# Re: P-value from chi-square value: source code

*From*: iandjmsmith@xxxxxxx (Ian Smith)*Date*: 12 Apr 2005 16:19:36 -0700

"Reef Fish" <Large_Nassau_Grouper@xxxxxxxxx> wrote in message news:<1113254955.951865.94110@xxxxxxxxxxxxxxxxxxxxxxxxxxxx>...

> Ian Smith wrote:

> > "Reef Fish" <Large_Nassau_Grouper@xxxxxxxxx> wrote in message

> news:<1113074906.743917.66500@xxxxxxxxxxxxxxxxxxxxxxxxxxxx>...

> > > DZ wrote:

> > > > P.S. The p-value is 1-chi_cdf(ChiSquare, df)

> > >

> > > If so, why do you need any ChiSquare software, let along coding it?

> > > Why wouldn't any standard normal software suffice?

> > > >

> > > > DZ wrote:

> > > > > Dhruv <bhaveshrb@xxxxxxxxx> wrote:

> > > > >> Ian Smith wrote:

> > > > >>> "Dhruv" <bhaveshrb@xxxxxxxxx> wrote

> > > > >>> > Could anyone send me a link to the source code in C++ for

> > > > >>> > calculating the P-value from a chi-square value.

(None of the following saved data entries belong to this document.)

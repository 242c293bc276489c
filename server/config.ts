/** Server configuration, read from the environment once at start-up and validated. */
import { z } from 'zod';

const envSchema = z.object({
  DATABASE_URL: z.string().regex(/^postgres(ql)?:\/\//, 'DATABASE_URL must be a postgres:// URL'),
  PORT: z.coerce.number().int().min(0).max(65535).default(8080),
  HOST: z.string().default('127.0.0.1'),
  // Signs session tokens; every instance behind one load balancer must share it.
  SESSION_SECRET: z.string().min(32, 'SESSION_SECRET must be at least 32 characters'),
  // Set when served over HTTPS so the session cookie is marked Secure.
  COOKIE_SECURE: z
    .enum(['true', 'false'])
    .default('false')
    .transform((v) => v === 'true'),
  WEB_DIR: z.string().optional(),
});

export interface Config {
  databaseUrl: string;
  port: number;
  host: string;
  sessionSecret: string;
  cookieSecure: boolean;
  webDir?: string;
}

export function readConfig(env: NodeJS.ProcessEnv = process.env): Config {
  const parsed = envSchema.safeParse(env);
  if (!parsed.success) {
    const lines = parsed.error.issues.map((i) => `  ${i.path.join('.')}: ${i.message}`);
    throw new Error(`Invalid configuration:\n${lines.join('\n')}`);
  }
  const e = parsed.data;
  return {
    databaseUrl: e.DATABASE_URL,
    port: e.PORT,
    host: e.HOST,
    sessionSecret: e.SESSION_SECRET,
    cookieSecure: e.COOKIE_SECURE,
    webDir: e.WEB_DIR,
  };
}
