# -- column preparation for pyreadstat -----------------------------------------------------------
@dataclass
class Prepared:
    """Columns converted to what pyreadstat writes, and what each holds."""

    frame: pd.DataFrame
    kinds: dict[str, str] = field(default_factory=dict)  # number, text, date, datetime, extmiss, other
    letters: dict[str, set[str]] = field(default_factory=dict)  # bare Stata letters used per column
    stata_formats: dict[str, str] = field(default_factory=dict)


_STATA_EPOCH = pd.Timestamp("1960-01-01")


def _date_kind(s: pd.Series, fmt: str) -> str:
    if fmt.startswith("%td") or SPSS_DATE_FORMAT.fullmatch(fmt):
        return "date"
    if fmt.startswith("%tc") or SPSS_DATETIME_FORMAT.fullmatch(fmt):
        return "datetime"
    valid = s.dropna()
    return "date" if bool((valid == valid.dt.normalize()).all()) else "datetime"


def prepare_columns(df: pd.DataFrame, meta: SurveyMeta, path: Path, problems: list[Problem], *,
                    ext_missing_ok: bool) -> Prepared:
    out = Prepared(frame=pd.DataFrame(index=pd.RangeIndex(len(df))))
    columns: dict = {}
    for col in df.columns:
        s = df[col].reset_index(drop=True)
        if isinstance(s.dtype, pd.CategoricalDtype):
            s = pd.Series(s.to_numpy(dtype=object), dtype=object)
        kind = "other"
        if pd.api.types.is_timedelta64_dtype(s):  # durations are written as seconds
            kind, s = "number", s.dt.total_seconds()
        elif pd.api.types.is_bool_dtype(s) or pd.api.types.is_numeric_dtype(s):
            kind, s = "number", pd.Series(_as_floats(s), copy=False)
        elif pd.api.types.is_datetime64_any_dtype(s):
            kind = "datetime"
        elif pd.api.types.is_string_dtype(s) and s.dtype != object and not (ext_missing_ok and _all_letters(s)):
            kind, s = "text", pd.Series(s.to_numpy(dtype=object, na_value=None), dtype=object)
        elif s.dtype == object or pd.api.types.is_string_dtype(s):
            s = s.astype(object).where(s.notna(), None) if s.dtype != object else s
            inferred = pd.api.types.infer_dtype(s, skipna=True)
            if inferred == "empty":
                kind, s = "number", pd.Series(np.full(len(s), np.nan))
            elif inferred == "string" and not (ext_missing_ok and _all_letters(s)):
                kind, s = "text", s.where(s.notna(), None)
            elif inferred == "string":
                # Every stored value is an extended missing letter: a numeric column with no
                # answers (e.g. an item nobody was asked, recoded by status).
                rest = s.notna()
                mixed = pd.Series(np.full(len(s), np.nan), index=s.index, dtype=object)
                mixed[rest] = _bare_letters(s[rest].astype(str), str(col), path, problems)
                kind, s = "extmiss", mixed
                out.letters[col] = set(pd.unique(mixed[rest].dropna()))
            elif inferred in ("integer", "floating", "mixed-integer-float", "decimal", "boolean"):
                kind, s = "number", pd.to_numeric(s).astype(float)
            elif inferred in ("date", "datetime", "datetime64"):
                kind, s = "datetime", pd.to_datetime(s)
            elif inferred in ("mixed", "mixed-integer"):
                values = np.asarray(s.to_numpy(dtype=object), dtype=object)
                fast = _floats_and_texts(values, numbers=False)  # floats and letters: one pass over the cells
                if fast is not None:
                    rest, text_codes, texts = fast[1], fast[2], [str(u) for u in fast[3]]
                else:
                    num, rest, texts, codes = split_numbers(s)
                odd = [t for t in texts if not EXT_LETTER.fullmatch(t)]
                if odd:
                    problems.append(problem(path, "column mixes numbers and text, or holds values that are neither "
                                                  f"numbers, text nor dates (e.g. {odd[0]!r})", item=str(col),
                                            hint="make the column all numbers or all text"))
                elif not ext_missing_ok:
                    problems.append(problem(path, "column holds Stata extended missing values (.a-.z) or SAS "
                                                  "special missing values (.A-.Z, ._), which SPSS cannot store",
                                            item=str(col),
                                            hint="recode them to numeric codes declared as user-missing, "
                                                 "or write .dta or .parquet"))
                else:
                    kind = "extmiss"
                    bare = np.array([stata_letter(t, str(col), path, problems) for t in texts], dtype=object)
                    if fast is not None:  # the numbers are Python floats already: kept as they are
                        mixed = values.copy()
                        mixed[rest] = bare[text_codes]
                    else:
                        mixed = numbers_as_objects(s, num)
                        mixed[rest] = bare[codes[rest]]
                    out.letters[col] = {b for b in bare if b is not None}
                    s = pd.Series(mixed, dtype=object)
        if kind == "datetime":
            if isinstance(s.dtype, pd.DatetimeTZDtype):
                s = s.dt.tz_localize(None)
            kind = _date_kind(s, meta.formats.get(col, ""))
            if ext_missing_ok:  # Stata: elapsed days (%td) or milliseconds (%tc) since 1960
                unit = pd.Timedelta(days=1) if kind == "date" else pd.Timedelta(milliseconds=1)
                s = (s - _STATA_EPOCH) / unit
                out.stata_formats[col] = "%td" if kind == "date" else "%tc"
        out.kinds[col] = kind
        if kind == "text":
            _refuse_nul(s, str(col), path, problems)
        columns[col] = s.to_numpy() if kind != "datetime" and kind != "date" else s.reset_index(drop=True)
    _refuse_nul_labels(meta, [str(c) for c in df.columns], path, problems)
    if columns:  # one frame built at once, not one insertion per column, sharing the columns' arrays
        out.frame = pd.DataFrame(columns, index=pd.RangeIndex(len(df)), copy=False)
    return out
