def _faults(status: pd.DataFrame) -> np.ndarray:
    return status.isin(S.FAULT_STATUSES).to_numpy()


def _complete(data, q, spec, targets, eligible, status0, gates, fill_codes, rng, notes, carried=()):
    work = data.copy()
    n = len(data)
    imputed = np.zeros((n, len(targets)), dtype=bool)
    opened = np.zeros((n, len(carried)), dtype=bool)
    status, dirty = status0, False
    order = [it.name for it in q.items if it.name in targets or it.name in carried]
    for name in order:
        if dirty:
            status, dirty = classify(work, q).status, False
        if name in carried:
            j = carried.index(name)
            rows = np.flatnonzero((status[name].isin(eligible) & (status0[name] == S.GATE_UNKNOWN)).to_numpy())
            if rows.size and _carry(work, q, status, name, rows, rng, notes, spec.max_redraws):
                opened[rows, j] = work[list(q.item(name).columns)].iloc[rows].notna().any(axis=1).to_numpy()
                dirty = True
            continue
        t = targets.index(name)
        rows = np.flatnonzero(status[name].isin(eligible).to_numpy())
        if rows.size == 0:
            continue
        rule = spec.rule_for(name)
        vals, note = draw_item(work, status, q, name, rule, rows, rng)
        if note:
            notes.append(f"{name}: {note}")
        if vals is None:
            continue
        _put(work, name, rows, vals)
        imputed[rows, t] = True
        dirty = True
        if name in gates:
            kept = _make_consistent(work, data[name], q, status, name, rule, rows, rng, spec.max_redraws, notes)
            imputed[kept, t] = False
    end = classify(work, q).status
    tgt = list(targets)
    open_at_start = status0[tgt].isin([*eligible, S.GATE_UNKNOWN]).to_numpy()
    routed = open_at_start & (end[tgt] == S.SKIPPED).to_numpy()
    for j, name in enumerate(targets):
        code = fill_codes[name]
        if code is not None:
            rows = np.flatnonzero(routed[:, j] & work[name].isna().to_numpy())
            if rows.size:
                _put(work, name, rows, np.full(rows.size, code, dtype=object if isinstance(code, str) else float))
    if not routed.any() or all(c is None for c in fill_codes.values()):
        final = end
    else:
        final = classify(work, q).status
    idx = data.index
    flags = pd.DataFrame(np.hstack([imputed, opened]), index=idx, columns=[*tgt, *carried])
    out = pd.DataFrame(np.hstack([routed, np.zeros_like(opened)]), index=idx, columns=[*tgt, *carried])
    return work, flags, out, final


def _carry(work, q, status, name, rows, rng, notes, max_redraws: int) -> bool:
    """Fill the cells of a non-imputed item that an imputed gate opened, from one random donor each.

    A gate filled with a value that opens an item the plan does not impute (a check-all-that-apply
    set, a text item) would leave the completed file with item nonresponse that the input did not
    have.  Each such case takes the whole item (every option column of a set) from one case that
    answered it: a random hot-deck of the block, which keeps a set's options together (Andridge &
    Little, 2010, *International Statistical Review* 78(1), 40-64, on hot-deck donors).
    """
    donors = np.flatnonzero((status[name] == S.ANSWERED).to_numpy())
    if donors.size == 0:
        notes.append(f"{name}: {rows.size:,} cell(s) opened by imputed gates stay blank: no case answered it")
        return False
    cols = list(q.item(name).columns)
    stored = {c: work[c].to_numpy()[rows] for c in cols}
    before = _faults(status.iloc[rows])
    pending = np.arange(rows.size)
    for _ in range(max(max_redraws, 1)):
        pick = donors[rng.integers(0, donors.size, pending.size)]
        for col in cols:
            _put(work, col, rows[pending], work[col].to_numpy()[pick])
        # a donor's answer must not contradict the case's later answers (as for imputed gates)
        bad = (_faults(classify(work.iloc[rows[pending]], q).status) & ~before[pending]).any(axis=1)
        pending = pending[bad]
        if not pending.size:
            break
    if pending.size:
        for col in cols:
            _put(work, col, rows[pending], stored[col][pending])
        notes.append(f"{name}: {pending.size:,} cell(s) opened by imputed gates left as they are: no donor's "
                     "answer fits the case's later answers")
    notes.append(f"{name}: opened by an imputed gate in some cases; filled from a random donor that answered it")
    return pending.size < rows.size
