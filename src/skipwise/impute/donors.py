"""Vectorized donor drawing for hot-deck imputation (no loop over cases).

Three pieces: drawing a random donor within classes (optionally with
probability proportional to a weight), drawing a near donor on standardized
covariates within classes, and enforcing a donor-use limit by sequential
rounds.

Donor-use limit rule (documented in docs/imputation.md): recipients are put in
one random order. In each round every still-unserved recipient draws a donor
from the donors of its class that have capacity left. A donor chosen by more
recipients than its remaining capacity keeps those earliest in the random
order; the others go to the next round, which draws again from the donors
still with capacity. Rounds repeat until every recipient is served or its
class has no capacity left (those recipients then collapse to a coarser class).
Every round serves at least one recipient per chosen donor, so it terminates.
"""

from __future__ import annotations

from typing import Callable

import numpy as np
from scipy.spatial import cKDTree

__all__ = ["draw_random", "draw_nearest", "assign_with_limit", "group_codes"]

Draw = Callable[[np.ndarray, np.ndarray], np.ndarray]


def group_codes(columns: list[np.ndarray], n: int) -> np.ndarray:
    """Dense integer codes of the combinations of ``columns`` (missing values form their own code).

    Each column is factorized on its own, so columns mixing numbers and text work.
    """
    if not columns:
        return np.zeros(n, dtype=np.int64)
    import pandas as pd

    codes = [pd.factorize(pd.Series(c, dtype=object) if np.asarray(c).dtype == object else c,
                          sort=True, use_na_sentinel=False)[0] for c in columns]
    if len(codes) == 1:
        return codes[0].astype(np.int64)
    frame = pd.DataFrame({i: c for i, c in enumerate(codes)})
    return frame.groupby(list(frame.columns), sort=True).ngroup().to_numpy(np.int64)


def draw_random(rec_codes: np.ndarray, pool: np.ndarray, codes: np.ndarray,
                weights: np.ndarray | None, rng: np.random.Generator) -> np.ndarray:
    """For each recipient code, a random donor (row position) from ``pool`` with the same code; -1 if none.

    With ``weights``, a donor's chance is proportional to its weight.
    """
    n_codes = int(max(codes.max(initial=-1), rec_codes.max(initial=-1))) + 1
    pool_codes = codes[pool]
    order = np.argsort(pool_codes, kind="stable")
    sorted_rows = pool[order]
    counts = np.bincount(pool_codes, minlength=n_codes)
    starts = np.concatenate([[0], np.cumsum(counts)[:-1]])
    nc = counts[rec_codes]
    st = starts[rec_codes]
    u = rng.random(rec_codes.size)
    out = np.full(rec_codes.size, -1, dtype=np.int64)
    if weights is None:
        ok = nc > 0
        pos = st + np.minimum((u * nc).astype(np.int64), nc - 1)
    else:
        cw = np.concatenate([[0.0], np.cumsum(weights[sorted_rows])])
        lo, hi = cw[st], cw[st + nc]
        ok = (nc > 0) & (hi > lo)
        pos = np.searchsorted(cw, lo + u * (hi - lo), side="right") - 1
        pos = np.clip(pos, st, st + np.maximum(nc, 1) - 1)
    out[ok] = sorted_rows[pos[ok]]
    return out


def draw_nearest(rec_rows: np.ndarray, rec_codes: np.ndarray, pool: np.ndarray, codes: np.ndarray,
                 z: np.ndarray, k: int, rng: np.random.Generator) -> np.ndarray:
    """A random one of the ``k`` nearest donors (Euclidean on ``z``) with the recipient's code; -1 if none.

    Classes are kept apart in one k-d tree by an extra coordinate, code × a
    distance larger than any within-class distance, so a cross-class neighbour
    is always farther than every same-class one.
    """
    out = np.full(rec_rows.size, -1, dtype=np.int64)
    if pool.size == 0 or rec_rows.size == 0:
        return out
    span = float(np.sqrt(((z.max(axis=0) - z.min(axis=0)) ** 2).sum())) if z.size else 0.0
    big = 2.0 * span + 1.0
    coords = np.column_stack([z, codes.astype(np.float64) * big])
    tree = cKDTree(coords[pool])
    kk = min(k, pool.size)
    _, ind = tree.query(coords[rec_rows], k=kk)
    ind = ind.reshape(rec_rows.size, kk)
    valid = codes[pool[ind]] == rec_codes[:, None]
    n_valid = valid.sum(axis=1)
    pick = np.minimum((rng.random(rec_rows.size) * n_valid).astype(np.int64), np.maximum(n_valid - 1, 0))
    ok = n_valid > 0
    out[ok] = pool[ind[ok, pick[ok]]]
    return out


def assign_with_limit(n_rec: int, donors: np.ndarray, draw: Callable[[np.ndarray, np.ndarray], np.ndarray],
                      max_use: int | None, uses: np.ndarray,
                      rng: np.random.Generator) -> tuple[np.ndarray, int]:
    """Serve ``n_rec`` recipients by rounds, never using a donor more than ``max_use`` times.

    Parameters
    ----------
    n_rec
        Number of recipients (numbered 0..n_rec-1 for ``draw``).
    donors
        Row positions of eligible donors.
    draw
        ``draw(recipients, pool) -> donor row or -1`` for the given recipient numbers.
    max_use
        Limit per donor, or None for no limit (one round).
    uses
        Per row, how often it has already donated (updated in place: counts carry
        over when a recipient collapses to a coarser class).
    rng
        Random generator (for the recipients' random order).

    Returns
    -------
    (donor row per recipient or -1, number of rounds)
    """
    chosen = np.full(n_rec, -1, dtype=np.int64)
    if max_use is None:
        chosen[:] = draw(np.arange(n_rec), donors)
        ok = chosen >= 0
        np.add.at(uses, chosen[ok], 1)
        return chosen, 1
    priority = rng.permutation(n_rec)
    pending = np.arange(n_rec)
    rounds = 0
    while pending.size:
        rounds += 1
        pool = donors[uses[donors] < max_use]
        pick = draw(pending, pool)
        got = pick >= 0
        pending, pick = pending[got], pick[got]   # no capacity left in class: leave for collapse
        if not pending.size:
            break
        order = np.lexsort((priority[pending], pick))
        d = pick[order]
        first = np.r_[True, d[1:] != d[:-1]]
        group_start = np.maximum.accumulate(np.where(first, np.arange(d.size), 0))
        rank = np.arange(d.size) - group_start
        accept = rank < (max_use - uses[d])
        winners = pending[order][accept]
        chosen[winners] = d[accept]
        np.add.at(uses, d[accept], 1)
        pending = np.sort(pending[order][~accept])
    return chosen, rounds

> > > > >>> You are looking for code to evaluate the upper tail

> probability

> > > of a

> > > > >>> chi-squared distribution.

> > > > >>> http://odin.mdacc.tmc.edu/anonftp/#DCDFLIB

> > > > >>

> > > > >> I actually tried the code and am having some problems with it.

> I

> > > am

> > > > >> sort of a newbie to programming and though I have managed to

> write

> > > > >> some good code, I am unable to figure out the problem at

> present.

> > > > >> What I need basically is a function which takes in Chi-square

> > > value

> > > > >> and returns the P-value. Please help me on this.

> > > > >

> > > > > You need to compile the library and use the function "cdfchi" ,

> > > > > passing parameters as addresses, for example:

> > > > >

> > > > > double chi_cdf (double ChiSquare, double df) {

> > > > > double q, p, bound;

> > > > > int which=1, status;

> > > > > cdfchi(&which, &p, &q, &ChiSquare, &df, &status, &bound);

> > > > > return p;

> > > > > }

> > >

> > > And Ian Smith gave two links and said,

> > >

> > > IS> both have C code which will do it and there is nothing better

> out

> > > IS> there that I know of.

> > >

> > > Nothing better? Use either or both those links and let us know

> > > that the p-values (1-tail will do) for observed 1 df Chisquare

> > > values of 1, 10, and 100, to at least 8 significant figures,

> > > and then I'll tell you how many better ones there are. :-)

> > >

> > > -- Bob.

> >

> My point was merey my counterpoint to your "there is noting better out

> there"

> even thought you did have the qualifying disclaimer "that I know of".

>

Obviously I didn't qualify it enough for your liking. How about "I do

not know of any C or C++ source code using double precision arithmetic

which is better". From my point of view it is true and hopefully from

yours it is no longer provocative!

> > For Gnumeric, the figures (rounded to 15 figures) you requested were

> > 3.17310507862914E-01, 1.56540225800255E-03 & 1.52397060483210E-23

> > I believe the 3rd one should be 1.52397060483211E-23

>

> For this pedantic numeric exercise, the p-value of 100 (1 d.f.) is

>

> 1.523970604832105213139466865031986167270080665559139211560717 E-23

>

> because I asked for only 60 significant figures of the 100 max. It

> took my 14-year old laptop less than 1 sec to get this (and the

> software

> ET (Electronic Tables) is one of the reason I kept the laptop. :-)

>

> 1.52397060483210E-23

> 1.52397060483211E-23

> You're correct that the 11 should be the rounded value.

>

> As for your software,

> http://members.aol.com/iandjmsmith/EXAMPLES.HTM (my own software, it

> gave

> a result incorrect in the last two significant figures:

>

> 1.5239706048321013 E-23

> 1.523970604832105213139466865031986167270080665559139211560717 E-23

>

> which suggests that those were your double-precision noise.

>

That's right, it's just the way Javascript displays numbers by

default. Also it does only work with 64-bit arithmetic. You get no

advantage from the fact that greater precision may be available with

floating-point processors. It does mean you do not get an exaggerated

sense of how good the accuracy is.

I don't think Javascript is meant to be a good language to calculate

in. In fact, I would have thought it was a bad one because the code is

slow and development in an environment with minimal support is

tedious. It was chosen so that it can be run without needing any

particular compiler but can easily be translated into the language of

the user's choice should anyone decide the code is worth using.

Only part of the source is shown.